* DATA EXCERPT *

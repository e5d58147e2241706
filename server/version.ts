/** The version of the application: that of package.json, held together by a test. */
export const VERSION = '0.3.0';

* EXERCISE *
Everything in the listing should be set down again exactly.

* RESPONSE FOR THIS EXERCISE *
repository e5d58147e2241706
filename server/version.ts
/** The version of the application: that of package.json, held together by a test. */
export const VERSION = '0.3.0';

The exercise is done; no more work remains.